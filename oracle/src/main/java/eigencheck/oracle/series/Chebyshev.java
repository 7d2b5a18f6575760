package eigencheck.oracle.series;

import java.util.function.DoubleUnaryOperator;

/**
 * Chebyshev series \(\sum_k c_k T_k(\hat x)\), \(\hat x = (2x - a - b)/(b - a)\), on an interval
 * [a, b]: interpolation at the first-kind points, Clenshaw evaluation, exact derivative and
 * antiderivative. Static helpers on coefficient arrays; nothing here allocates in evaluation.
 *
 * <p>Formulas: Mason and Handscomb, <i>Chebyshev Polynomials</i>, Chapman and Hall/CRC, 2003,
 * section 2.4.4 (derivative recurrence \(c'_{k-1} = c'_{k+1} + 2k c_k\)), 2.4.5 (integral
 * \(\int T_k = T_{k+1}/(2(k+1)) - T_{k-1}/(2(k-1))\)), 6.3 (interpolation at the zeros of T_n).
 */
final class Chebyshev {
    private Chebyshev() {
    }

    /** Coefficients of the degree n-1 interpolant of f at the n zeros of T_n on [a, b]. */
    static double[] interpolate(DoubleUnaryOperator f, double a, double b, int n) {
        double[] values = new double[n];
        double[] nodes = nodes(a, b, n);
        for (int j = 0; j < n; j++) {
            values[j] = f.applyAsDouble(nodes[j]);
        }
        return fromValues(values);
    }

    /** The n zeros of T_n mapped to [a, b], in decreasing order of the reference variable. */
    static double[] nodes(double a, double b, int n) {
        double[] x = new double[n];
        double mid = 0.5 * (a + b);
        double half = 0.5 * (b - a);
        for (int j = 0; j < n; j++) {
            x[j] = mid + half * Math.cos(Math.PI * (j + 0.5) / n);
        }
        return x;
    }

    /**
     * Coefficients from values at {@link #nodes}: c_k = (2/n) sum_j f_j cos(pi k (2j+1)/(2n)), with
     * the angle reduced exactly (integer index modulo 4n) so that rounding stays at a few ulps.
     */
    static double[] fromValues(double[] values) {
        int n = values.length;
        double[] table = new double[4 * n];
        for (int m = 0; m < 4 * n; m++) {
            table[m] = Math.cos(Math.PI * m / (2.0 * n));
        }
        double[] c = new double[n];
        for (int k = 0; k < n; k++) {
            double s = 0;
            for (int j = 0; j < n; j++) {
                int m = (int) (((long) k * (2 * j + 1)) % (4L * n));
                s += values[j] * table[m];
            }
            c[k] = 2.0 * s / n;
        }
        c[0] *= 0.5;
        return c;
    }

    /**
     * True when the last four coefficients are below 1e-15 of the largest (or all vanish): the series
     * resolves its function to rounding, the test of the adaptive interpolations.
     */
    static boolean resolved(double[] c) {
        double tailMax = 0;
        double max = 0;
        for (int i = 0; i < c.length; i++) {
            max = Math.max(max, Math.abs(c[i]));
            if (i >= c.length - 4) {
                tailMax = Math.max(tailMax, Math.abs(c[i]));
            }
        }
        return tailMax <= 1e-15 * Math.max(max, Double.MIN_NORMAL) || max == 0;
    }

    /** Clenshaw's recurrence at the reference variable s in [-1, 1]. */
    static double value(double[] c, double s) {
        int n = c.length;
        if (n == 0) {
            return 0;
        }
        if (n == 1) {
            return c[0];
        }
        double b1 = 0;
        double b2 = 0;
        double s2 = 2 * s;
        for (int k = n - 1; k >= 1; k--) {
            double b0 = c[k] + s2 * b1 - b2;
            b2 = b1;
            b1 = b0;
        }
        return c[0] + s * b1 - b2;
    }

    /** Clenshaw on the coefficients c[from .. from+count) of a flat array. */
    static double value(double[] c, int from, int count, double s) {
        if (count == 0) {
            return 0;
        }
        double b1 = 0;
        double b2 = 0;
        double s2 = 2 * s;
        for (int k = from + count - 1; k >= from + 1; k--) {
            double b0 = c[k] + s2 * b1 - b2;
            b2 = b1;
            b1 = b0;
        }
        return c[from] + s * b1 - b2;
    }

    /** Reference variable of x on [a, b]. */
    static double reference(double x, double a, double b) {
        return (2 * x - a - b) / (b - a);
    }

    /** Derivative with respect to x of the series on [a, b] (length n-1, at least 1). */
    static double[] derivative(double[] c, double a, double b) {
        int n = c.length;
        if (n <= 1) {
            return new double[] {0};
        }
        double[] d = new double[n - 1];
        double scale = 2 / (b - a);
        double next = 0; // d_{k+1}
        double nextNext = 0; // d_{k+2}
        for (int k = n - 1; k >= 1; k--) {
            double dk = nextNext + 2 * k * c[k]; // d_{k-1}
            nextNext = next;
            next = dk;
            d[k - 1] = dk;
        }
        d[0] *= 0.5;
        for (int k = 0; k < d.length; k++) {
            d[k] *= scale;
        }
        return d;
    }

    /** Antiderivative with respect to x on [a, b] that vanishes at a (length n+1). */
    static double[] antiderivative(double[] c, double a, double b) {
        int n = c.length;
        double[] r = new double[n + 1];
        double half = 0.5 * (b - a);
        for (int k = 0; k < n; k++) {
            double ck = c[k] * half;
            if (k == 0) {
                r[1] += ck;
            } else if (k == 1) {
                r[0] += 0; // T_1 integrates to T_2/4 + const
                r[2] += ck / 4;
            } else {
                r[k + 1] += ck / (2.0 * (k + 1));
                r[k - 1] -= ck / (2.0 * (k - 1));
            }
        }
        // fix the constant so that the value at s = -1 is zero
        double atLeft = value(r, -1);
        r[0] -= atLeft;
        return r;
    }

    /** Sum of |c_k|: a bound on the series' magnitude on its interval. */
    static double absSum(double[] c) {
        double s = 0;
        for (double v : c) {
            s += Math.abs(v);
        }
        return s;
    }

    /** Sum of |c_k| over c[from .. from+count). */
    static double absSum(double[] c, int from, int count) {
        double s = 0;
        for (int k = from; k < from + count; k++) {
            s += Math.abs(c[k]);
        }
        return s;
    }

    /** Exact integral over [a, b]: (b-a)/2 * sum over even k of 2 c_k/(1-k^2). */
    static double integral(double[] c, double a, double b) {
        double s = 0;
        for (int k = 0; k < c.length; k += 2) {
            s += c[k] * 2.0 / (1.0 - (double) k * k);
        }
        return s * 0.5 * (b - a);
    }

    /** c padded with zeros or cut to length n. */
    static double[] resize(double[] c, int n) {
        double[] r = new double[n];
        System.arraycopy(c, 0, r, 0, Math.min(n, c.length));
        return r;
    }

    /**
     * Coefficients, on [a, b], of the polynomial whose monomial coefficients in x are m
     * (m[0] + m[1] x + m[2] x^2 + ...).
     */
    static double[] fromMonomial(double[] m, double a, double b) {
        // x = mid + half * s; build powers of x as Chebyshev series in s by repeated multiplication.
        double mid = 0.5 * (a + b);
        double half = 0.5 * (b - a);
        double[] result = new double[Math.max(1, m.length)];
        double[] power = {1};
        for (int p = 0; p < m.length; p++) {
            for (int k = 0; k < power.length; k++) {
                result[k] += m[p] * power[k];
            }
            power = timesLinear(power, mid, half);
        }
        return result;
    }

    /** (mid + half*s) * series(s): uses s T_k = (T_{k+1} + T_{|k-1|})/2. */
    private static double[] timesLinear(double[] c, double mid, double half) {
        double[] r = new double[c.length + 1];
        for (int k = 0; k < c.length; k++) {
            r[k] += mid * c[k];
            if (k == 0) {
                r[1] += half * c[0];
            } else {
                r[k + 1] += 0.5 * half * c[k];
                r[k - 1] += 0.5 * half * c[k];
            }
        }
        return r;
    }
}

**Task brief**
Show each line from the material above where the string "result" can be found.

**Exercise answer**
        double[] result = new double[Math.max(1, m.length)];
                result[k] += m[p] * power[k];
        return result;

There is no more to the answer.